Phase 2 involves using the refined prompt from Phase 1 to generate multiple rollouts for each example. An MLP aggregates these stochastic predictions, harmonizing the variance and leveraging the LLM's reasoning power while circumventing the quantization limitations of direct numerical predictions. This dual-phase procedure enhances model performance on RiR tasks by offering data-efficient adaptations.

Evaluation and Results

The paper provides a thorough experimental evaluation across various configurations with distinctive baselines such as NeoBERT and LLM prompting with GPT-4.1 and GPT-5. The results indicate a significant performance boost using MENTAT, especially noticeable in more reasoning-demanding tasks like mathematical error detection, where it recorded up to a 46.2% improvement over the detailed prompting baseline.

In terms of regression metrics, the Concordance Correlation Coefficient (CCC) emerged as a more reflective metric of performance over traditional NMSE, capturing both correlation and systematic bias—a critical feature for understanding the true effectiveness of RiR problem-solving strategies.

Figure 1: On regression for detecting the first math error, a finetuned NeoBERT model collapses to mean predictions, while MENTAT's performance exemplifies better CCC.

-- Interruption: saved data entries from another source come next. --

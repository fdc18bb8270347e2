"""Web Mercator tile numbering ("XYZ" or "slippy map" tiles), for an optional basemap under our maps.

Source: the OpenStreetMap wiki, "Slippy map tilenames"
(https://wiki.openstreetmap.org/wiki/Slippy_map_tilenames; formulas quoted from memory). At zoom z
the world between latitudes ±85.0511° is a square of n × n tiles, n = 2**z, numbered from the
north-west corner (x eastward, y southward)::

    x = n · (λ + 180°) / 360°
    y = n · (1 − ln(tan φ + sec φ) / π) / 2
    λ = 360° · x / n − 180°
    φ = atan(sinh(π · (1 − 2 y / n)))

This is the spherical Mercator of EPSG:3857 (WGS 84 / Pseudo-Mercator) cut into tiles. The ground
width of one tile at latitude φ is 2π·a·cos φ / n with a = 6 378 137 m (the sphere radius of
EPSG:3857).

Frames: tile servers use WGS 84 latitude and longitude (EPSG:4326). Callers may pass latitudes and
longitudes in any modern ITRF-aligned or plate-fixed frame; the difference (a couple of metres at
most) does not matter for a basemap drawn for orientation only. Never use these numbers to place a
mark.
"""

from __future__ import annotations

import math

import numpy as np

#: Sphere radius of EPSG:3857 (m).
SPHERE_RADIUS_M = 6_378_137.0
#: Latitude where the Mercator square ends: atan(sinh(π)) (deg).
MAX_LAT_DEG = math.degrees(math.atan(math.sinh(math.pi)))  # 85.0511287798…
#: Deepest zoom we ask for (common practice: most XYZ servers stop between 18 and 20).
MAX_ZOOM = 19


def tile_xy_from_lonlat(lon_deg, lat_deg, zoom: int):
    """Fractional tile coordinates (x, y) of points at a zoom level.

    Latitudes beyond ±``MAX_LAT_DEG`` are clamped to it. Longitudes are not wrapped: a longitude
    of 181° gives x beyond n (the caller wraps x modulo n when it builds a tile address).

    Parameters
    ----------
    lon_deg, lat_deg : float or array_like
        Longitude and latitude (deg, WGS 84 / EPSG:4326 nominally).
    zoom : int
        Zoom level z (n = 2**z tiles on a side).

    Returns
    -------
    x, y : ndarray
        Fractional tile coordinates; the integer parts are the tile numbers.

    Examples
    --------
    >>> x, y = tile_xy_from_lonlat(0.0, 0.0, 1)
    >>> float(x), float(y)
    (1.0, 1.0)
    """
    n = 2.0**zoom
    lon = np.asarray(lon_deg, dtype=float)
    lat = np.radians(np.clip(np.asarray(lat_deg, dtype=float), -MAX_LAT_DEG, MAX_LAT_DEG))
    x = n * (lon + 180.0) / 360.0
    y = n * (1.0 - np.arcsinh(np.tan(lat)) / math.pi) / 2.0  # asinh(tan φ) = ln(tan φ + sec φ)
    return x, y


def lonlat_from_tile_xy(x, y, zoom: int):
    """Longitude and latitude (deg, WGS 84 / EPSG:4326 nominally) of tile coordinates.

    Integer (x, y) give the north-west corner of tile (x, y); (x + 1, y + 1) its south-east corner.

    Examples
    --------
    >>> lon, lat = lonlat_from_tile_xy(0, 0, 0)
    >>> float(lon), round(float(lat), 7)
    (-180.0, 85.0511288)
    """
    n = 2.0**zoom
    x = np.asarray(x, dtype=float)
    y = np.asarray(y, dtype=float)
    lon = 360.0 * x / n - 180.0
    lat = np.degrees(np.arctan(np.sinh(math.pi * (1.0 - 2.0 * y / n))))
    return lon, lat


def tile_width_m(lat_deg, zoom: int):
    """Ground width (m) of one tile at a latitude: 2π·a·cos φ / 2**z.

    >>> round(float(tile_width_m(0.0, 0)))
    40075017
    """
    return 2.0 * math.pi * SPHERE_RADIUS_M * np.cos(np.radians(np.asarray(lat_deg, dtype=float))) / 2.0**zoom


def zoom_for_tile_px(lat_deg: float, px_per_m: float, *, target_px: float = 256.0, max_zoom: int = MAX_ZOOM) -> int:
    """The zoom at which one tile is closest to ``target_px`` on a drawing of ``px_per_m``.

    With the default target of 256 px a tile comes out between 256/√2 ≈ 181 px and 256·√2 ≈ 362 px
    (the zoom is rounded in log₂), unless the clamp to 0…``max_zoom`` acts.

    >>> zoom_for_tile_px(0.0, 256.0 / 40075016.686)
    0
    """
    width_m = float(tile_width_m(lat_deg, 0))
    z = round(math.log2(width_m * px_per_m / target_px))
    return int(min(max(z, 0), max_zoom))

In particular, in the pairwise RAG comparison task, an unexpected result was observed where GPT-4.1 outperformed GPT-5. This highlights challenges such as over-deliberation by more powerful reasoning models, showcasing the complexity inherent in balancing reasoning depth with regression precision.

Figure 2: Pairwise RAG distributions of mean rollouts versus ground truth, illustrating gpt-5's center-seeking behavior versus gpt-4.1's better distributional adherence.

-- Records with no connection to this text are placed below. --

def mark_import(
    *,
    actor,
    content: bytes | str,
    filename: str = "",
    fmt: str | None = None,
    update: bool = False,
    overwrite: bool = False,
    dry_run: bool = False,
    progress: Callable[[str, float], None] | None = None,
    batch: bool = True,
) -> ImportSummary:
    """Import marks and their published positions from CSV or GeoJSON content.

    Parameters
    ----------
    actor
        The user importing; must hold the manager role (ability MANAGE): an import publishes
        positions, which only a manager may do.
    content
        The file's bytes (UTF-8, with or without a byte-order mark) or text.
    filename
        Its name; the extension gives the format unless ``fmt`` is given.
    fmt
        ``"csv"`` or ``"geojson"``, overriding the extension.
    update
        Apply rows whose code exists, if their ``version``/``position_revision`` match the registry
        (see the module docstring); otherwise such rows are errors.
    overwrite
        With ``update`` only: also apply rows of existing marks that carry no version, against what is
        stored now (recorded in the import's audit event).
    dry_run
        Validate and apply inside a transaction, then roll it back: the summary says what would happen.
    progress
        Called with (what is being done, in words; fraction done 0..1) at each step and every few
        hundred rows before the writing starts (the writing itself is one transaction).
    batch
        Write new marks in batches (``registry.services.import_bulk``). False sends every mark through
        the services one at a time: the reference the batch path is tested and measured against.

    Returns
    -------
    ImportSummary

    Raises
    ------
    registry.errors.PermissionDeniedError
        The actor is not a manager.
    django.core.exceptions.ValidationError
        ``unknown_format``, ``overwrite_needs_update``.
    ImportRejected
        Any bad row (including ``stale_row`` and ``version_required``); ``errors`` lists them all.
        Nothing was changed.
    """
    require_ability(actor, Ability.MANAGE)
    if overwrite and not update:
        raise ValidationError(
            "overwrite applies to rows of existing marks, so it needs update.", code="overwrite_needs_update"
        )
    fmt = detect_format(filename, fmt)
    raw = content.encode("utf-8") if isinstance(content, str) else bytes(content)
    sha256 = hashlib.sha256(raw).hexdigest()
    try:
        text = raw.decode("utf-8")
    except UnicodeDecodeError as exc:
        raise ImportRejected(
            [RowError("file", 0, "not_utf8", f"the file is not UTF-8 text (byte {exc.start})")], filename=filename
        ) from None

    def step(words: str, fraction: float) -> None:
        if progress is not None:
            progress(words, fraction)

    step("reading the file", 0.0)
    parsed = parse_marks_csv(text) if fmt == "csv" else parse_marks_geojson(text)
    errors = parsed.errors + check_rows_per_mark(parsed.records)
    records = parsed.records
    step(f"checking {len(records):,} rows against the registry", 0.2)
    existing = _existing_marks(r.code for r in records)
    if not update:
        errors += [
            RowError(
                r.where,
                r.index,
                "code_exists",
                f"mark {r.code} is already in the registry; import with update to apply changes to it",
                "code",
                r.code,
            )
            for r in records
            if r.code in existing
        ]
    else:
        errors += _concurrency_errors(records, existing, overwrite)
    if not records and not errors:
        errors.append(RowError("file", 0, "no_rows", "the file holds no marks"))
    if errors:
        raise ImportRejected(errors, filename=filename)

    groups: dict[str, list[MarkRecord]] = {}
    for record in records:
        groups.setdefault(record.code, []).append(record)
    summary = ImportSummary(
        filename=filename, format=fmt, sha256=sha256, rows=len(records), dry_run=dry_run, overwrite=overwrite
    )
    summary.unversioned = [
        code for code, group in groups.items() if code in existing and any(r.version is None for r in group)
    ]
    note = f"import of {filename or 'a file'} (sha256 {sha256[:12]})"
    if summary.unversioned:
        note += f"; {len(summary.unversioned)} mark(s) applied without a version check (overwrite)"
    batched = [
        (code, group) for code, group in groups.items() if batch and code not in existing and batch_eligible(group)
    ]
    in_batch = {code for code, _ in batched}
    one_by_one = [(code, group) for code, group in groups.items() if code not in in_batch]
    total_rows = max(1, len(records))
    step(f"writing {len(groups):,} marks (all or nothing)", 0.3)
    try:
        with transaction.atomic():
            if batched:
                try:
                    with transaction.atomic():
                        created, published_n, batch_errors = create_marks_in_batches(
                            actor=actor,
                            groups=batched,
                            progress=lambda rows: step(
                                f"writing {len(groups):,} marks (all or nothing)", 0.3 + 0.6 * rows / total_rows
                            ),
                        )
                    errors.extend(batch_errors)
                    summary.created.extend(created)
                    summary.positions_published += published_n
                except DatabaseError:
                    # The database refused a batch: the services, one mark at a time, name the row.
                    one_by_one = batched + one_by_one
            ids = [existing[code].pk for code, _ in one_by_one if code in existing]
            locked = _lock_marks(ids)
            published = _published_positions(ids)
            for code, group in one_by_one:
                at = [group[0]]
                try:
                    with transaction.atomic():
                        mark = existing.get(code)
                        changed = _apply_mark(
                            actor,
                            group,
                            mark,
                            note,
                            summary,
                            at,
                            locked=locked.get(mark.pk) if mark else None,
                            published=published,
                        )
                    if code not in existing:
                        summary.created.append(code)
                    else:
                        (summary.updated if changed else summary.unchanged).append(code)
                except (ValidationError, RegistryError, DatabaseError) as exc:
                    errors.extend(_service_errors(exc, at[0]))
            if errors:
                raise ImportRejected(errors, filename=filename)
            order = {code: i for i, code in enumerate(groups)}
            summary.created.sort(key=order.__getitem__)
            counts = ("created", "updated", "unchanged")
            AuditEvent.objects.create(
                actor=actor if getattr(actor, "is_authenticated", False) else None,
                action="marks_import",
                object_type="import",
                object_id=sha256[:40],
                object_repr=(filename or "(unnamed file)")[:200],
                after={k: v for k, v in summary.as_dict().items() if k not in counts}
                | {k: len(getattr(summary, k)) for k in counts},
                note=note + (" — dry run, rolled back" if dry_run else ""),
            )
            if dry_run:
                raise _DryRunDone
    except _DryRunDone:
        pass
    return summary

Challenges and Future Directions

The research identifies notable challenges, especially regarding LLM's inherent quantization tendencies in numerical outputs, demanding hybrid solutions like MENTAT that can bridge reasoning capabilities with precise numerical prediction. The exploration of RiR tasks has broader implications across AI domains, suggesting a trajectory toward developing comprehensive models that integrate reasoning and regression in more coherent frameworks.

Additionally, MENTAT's success suggests that future work could extend its principles to more extensive RiR benchmarks and explore multi-stage LLMs or more sophisticated neural aggregation techniques to further close the gap in performance.

Figure 3: Distribution of decimal endings in LLM predictions shows clustering bias requiring nuanced aggregation techniques.

Conclusion

The paper advances the understanding of how LLMs can be adapted to tackle reasoning-intensive regression tasks efficiently. By introducing MENTAT, it opens new avenues for leveraging LLM architectures in domains that necessitate simultaneous reasoning and regression prowess. Nevertheless, substantial opportunities for refining and further enhancing RiR methodologies remain, particularly as AI systems continue to evolve toward greater reasoning sophistication and numerical precision.